Wednesday, October 24, 2012

Congressional Research Service Report Released: Federal Support for Academic Research

The Congressional Research Service (CRS), the public policy research arm of Congress, just issued the report Federal Support for Academic Research (Oct. 18, 2012). The 26-page report authored by Christine M. Matthews discusses the following:


From the time of Vannevar Bush and his 1945 report on U.S. science policy, academic research has played a role in the nation’s economy. Vannevar Bush’s report, Science the Endless Frontier, maintained that major investments in research should be made to the nation’s universities. He stated that the research capacity of the colleges and universities was significantly important to long-term national interests.

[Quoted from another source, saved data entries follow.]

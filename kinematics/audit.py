"""The mobility audit: does the mechanism have just the freedom that its inputs set?

Counts (Grübler and Kutzbach) and takes the rank of the exact Jacobian at the design position; what is still
free, or one too many, is named in words. Knows no layout.
"""

from __future__ import annotations

from dataclasses import dataclass

import numpy as np
from numpy.typing import NDArray

from knucklepath.kinematics.closure import Closure
from knucklepath.kinematics.errors import MechanismError
from knucklepath.kinematics.frames import RATE_FLOOR
from knucklepath.kinematics.mechanism import Ball, CoordinateInput, HingedBody, Mechanism, Rod

Array = NDArray[np.float64]

#: Singular values below this share of the greatest count as zero: columns are scaled to mm per mm.
RANK_SHARE = 1e-7
#: Parts of a null vector below this share of its greatest part count as nothing.
TAKES_PART = 1e-4
#: Distance (mm, per mm of the body's size) within which a point counts as lying on an axis.
ON_AXIS_SHARE = 1e-5
#: Freedoms of each joint between two rigid bodies, for the count by Grübler and Kutzbach.
ROD_FREEDOMS = 6


@dataclass(frozen=True)
class Mobility:
    """What the audit counted.

    by_count : 6(N − 1 − J) + Σf, a rod's idle spin left out; by_rank : freedom found by the rank of the Jacobian;
    inputs : freedoms that the declared inputs set; idle_spins : rods that can spin about themselves.
    """

    by_count: int
    by_rank: int
    inputs: int
    idle_spins: int


def mobility(mechanism: Mechanism) -> Mobility:
    """Count the mechanism's freedom, by count and by rank.

    By count: 6(N − 1 − J) + Σf (Grübler–Kutzbach) with each rod a body between two ball joints; its idle spin
    is then taken off again. By rank: coordinates less the rank of the joint equations.
    """
    closure = Closure(mechanism)
    bodies, joints = len(mechanism.bodies) + len(mechanism.rods) + 1, 0
    freedoms = 0
    for body in mechanism.bodies:
        if body.unknowns == 1:
            joints += 1
            freedoms += 1
    for joint in mechanism.joints:
        joints += 2 if isinstance(joint, Rod) else 1
        freedoms += ROD_FREEDOMS if isinstance(joint, Rod) else 6 - joint.equations
    spins = len(mechanism.rods)
    by_count = 6 * (bodies - 1 - joints) + freedoms - spins
    driven = sum(isinstance(item, CoordinateInput) for item in mechanism.inputs)
    jacobian = _joint_rows(closure)
    by_rank = closure.tree.unknowns + driven - _rank(jacobian) if jacobian.size else closure.tree.columns
    return Mobility(by_count, by_rank, len(mechanism.inputs), spins)


def audit(mechanism: Mechanism) -> Mobility:
    """Check that the inputs set every freedom and that no joint is one too many.

    Raises
    ------
    MechanismError : naming the body that is still free and the motion it has, or the joint that is surplus; or the
        points carry geometry variants.
    """
    if mechanism.is_batched:
        raise MechanismError("the audit takes one geometry at a time, not variants")
    counted = mobility(mechanism)
    closure = Closure(mechanism)
    square = closure.scaled_jacobian(closure.tree.design(1))
    rank = _rank(square) if square.size else 0
    surplus = closure.equations - rank
    free = closure.tree.unknowns - rank
    if free:
        raise _still_free(closure, square, counted, free, surplus)
    if surplus:
        raise _one_too_many(closure, square, counted, surplus)
    return counted


def _joint_rows(closure: Closure) -> Array:
    """Scaled Jacobian of the joints alone, with the columns that inputs set directly."""
    evaluation = closure.evaluate(closure.tree.design(1), {})
    rows = sum(joint.equations for joint in closure.mechanism.joints)
    return np.asarray(evaluation.jacobian[:rows, :, 0] / closure.tree.scale)


def _rank(matrix: Array) -> int:
    values = np.linalg.svd(matrix, compute_uv=False)
    return int((values > RANK_SHARE * values[0]).sum()) if len(values) and values[0] > 0 else 0


def _still_free(closure: Closure, square: Array, counted: Mobility, free: int, surplus: int) -> MechanismError:
    """Build the error for a freedom that no input sets: which body, which motion."""
    alone = _free_alone(closure)
    if alone:
        bodies = list(alone)
        described = [_describe(closure, name, motion) for name, motion in alone.items()]
    else:
        null = np.linalg.svd(square)[2][-free:]
        motion = _simplest(null) / closure.tree.scale[: closure.tree.unknowns]
        bodies = [
            link.name
            for link in closure.tree.links.values()
            if link.column < closure.tree.unknowns and _moves(closure, link.name, motion)
        ]
        described = [_describe(closure, name, motion) for name in bodies]
    count = "a freedom" if free == 1 else f"{free} freedoms"
    text = f"the mechanism keeps {count} that no input sets: {'; '.join(described[:3])}"
    if surplus:
        double = _surplus_joints(closure, square, surplus)
        if double == ["input travel"]:
            text += ". Travel does not move with it: the wheel centre would have to rise"
        else:
            text += f"; {' and '.join(double)} hold one and the same motion"
    return MechanismError(text + ". Add or move a joint so that it is stopped", body=bodies[0] if bodies else None)


def _free_alone(closure: Closure) -> dict[str, Array]:
    """Bodies that the joints let move while every other body stands still, and how (unknowns,)."""
    joints = _joint_rows(closure)[:, : closure.tree.unknowns]
    scale = closure.tree.scale[: closure.tree.unknowns]
    found: dict[str, Array] = {}
    for name, link in closure.tree.links.items():
        if link.column >= closure.tree.unknowns:
            continue
        columns = slice(link.column, link.column + (6 if link.kind == "free" else 1))
        own = joints[:, columns]
        _, values, right = np.linalg.svd(own)
        greatest = max(float(np.abs(joints).max(initial=0.0)), 1e-300)
        rank = int((values > RANK_SHARE * greatest).sum())
        if rank < own.shape[1]:
            motion = np.zeros(closure.tree.unknowns)
            motion[columns] = _simplest(right[rank:])
            found[name] = motion / scale
    return found


def _simplest(null: Array) -> Array:
    """Row-reduce a null-space basis and take the vector with the fewest parts."""
    basis = null.copy()
    rows = len(basis)
    used: list[int] = []
    for row in range(rows):
        rest = np.abs(basis[row])
        rest[used] = 0.0
        column = int(rest.argmax())
        used.append(column)
        basis[row] /= basis[row, column]
        for other in range(rows):
            if other != row:
                basis[other] -= basis[other, column] * basis[row]
    parts = (np.abs(basis) > TAKES_PART * np.abs(basis).max(axis=1, keepdims=True)).sum(axis=1)
    return np.asarray(basis[int(parts.argmin())])


def _twist(closure: Closure, body: str, motion: Array) -> tuple[Array, Array]:
    rates = np.zeros((closure.tree.columns, 1))
    rates[: closure.tree.unknowns, 0] = motion
    frames = closure.tree.frames(closure.tree.design(1))
    angular, velocity = closure.tree.twist(body, frames, rates)
    return angular[:, 0], velocity[:, 0]


def _moves(closure: Closure, body: str, motion: Array) -> bool:
    angular, velocity = _twist(closure, body, motion)
    size = np.abs(motion * closure.tree.scale[: closure.tree.unknowns]).max()
    span = closure.tree.scale.max()
    return bool(np.abs(angular).max() * span > TAKES_PART * size or np.abs(velocity).max() > TAKES_PART * size)


def _describe(closure: Closure, body: str, motion: Array) -> str:
    """Say what a body does: "lower_arm turns about its own ball joints", or about an axis, or slides."""
    angular, velocity = _twist(closure, body, motion)
    rate = float(np.linalg.norm(angular))
    if rate * closure.tree.scale.max() < RATE_FLOOR + TAKES_PART * float(np.linalg.norm(velocity)):
        return f"{body} slides along {_direction(velocity)}"
    held = closure.mechanism.attachments(body)
    own = closure.mechanism.body(body)
    if isinstance(own, HingedBody):
        held = (*own.axis, *held)
    still = []
    for name in held:
        point = closure.tree.points[name][:, 0]
        speed = np.linalg.norm(velocity + np.cross(angular, point))
        if speed < ON_AXIS_SHARE * rate * closure.tree.scale.max():
            still.append(name)
    if len(still) >= 2:
        balls = {joint.at for joint in closure.mechanism.joints if isinstance(joint, Ball)}
        if set(still) <= balls:
            return f"{body} turns about its own ball joints ({' and '.join(still)})"
        return f"{body} turns about the line through {still[0]} and {still[1]}"
    if len(still) == 1:
        return f"{body} turns about {still[0]}, axis along {_direction(angular)}"
    point = np.cross(angular, velocity) / rate**2
    pitch = float(angular @ velocity) / rate**2
    how = "turns" if abs(pitch) < 1e-6 * closure.tree.scale.max() else "screws"
    where = ", ".join(f"{value:.1f}" for value in point)
    return f"{body} {how} about the axis through ({where}) mm along {_direction(angular)}"


def _direction(vector: Array) -> str:
    unit = vector / np.linalg.norm(vector)
    largest = int(np.abs(unit).argmax())
    unit = unit * np.sign(unit[largest])
    if np.abs(np.delete(unit, largest)).max() < 1e-6:
        return "xyz"[largest]
    return "(" + ", ".join(f"{value + 0.0:.3f}" for value in unit) + ")"


def _one_too_many(closure: Closure, square: Array, counted: Mobility, surplus: int) -> MechanismError:
    """Build the error for joints that hold what others hold already; rods are named first, as what can go alone."""
    names = _surplus_joints(closure, square, surplus)
    joints = [joint for joint in closure.mechanism.joints if joint.name in names]
    rods = [joint.name for joint in joints if joint.equations == 1]
    listed = rods or [joint.name for joint in joints] or names
    what = "one joint is too many" if surplus == 1 else f"{surplus} joint equations are too many"
    which = listed[0] if len(listed) == 1 else ", ".join(listed[:-1]) + " or " + listed[-1]
    freedoms = f"{counted.by_count} freedom{'' if counted.by_count == 1 else 's'} by count"
    return MechanismError(
        f"{what}: {which} ({freedoms} for {counted.inputs} input{'' if counted.inputs == 1 else 's'}). "
        "Take one away, or give the mechanism another body to move",
        joint=listed[-1],
    )


def _surplus_joints(closure: Closure, square: Array, surplus: int) -> list[str]:
    """Joints and inputs whose equations take part in a dependency."""
    left = np.linalg.svd(square)[0][:, -surplus:]
    weight = np.abs(left).max(axis=1)
    least = TAKES_PART * weight.max()
    return [name for name, rows in closure.rows.items() if weight[rows].max() > least]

Currently, some Members of Congress have expressed concern about the health and competitiveness of the nation’s colleges and universities. There are those who continue to maintain that the long-term competitiveness of the nation is linked to the strength of the academic research infrastructure. It has been shown that academic research is integrated into the economy and impacts at both the local and national level. By one estimate, approximately 80% of leading industries have resulted from research conducted at colleges and universities. Colleges and universities are the primary performers of basic research, with the federal government being the largest funding source. In FY2008, the federal government provided approximately 60% of an estimated $51.9 billion of research and development funds expended by academic institutions. When measured in current dollars, federal academic support increased by 2.5% between FY2007 and FY2008. When inflation is taken into account, it equates to an increase of 0.2% from FY2007 to FY2008 following two years of decline in constant dollars since FY2005. An issue before the 112th Congress is that with further budget reductions expected, how does the nation best reduce the budget while adjusting the support for research conducted at colleges and universities?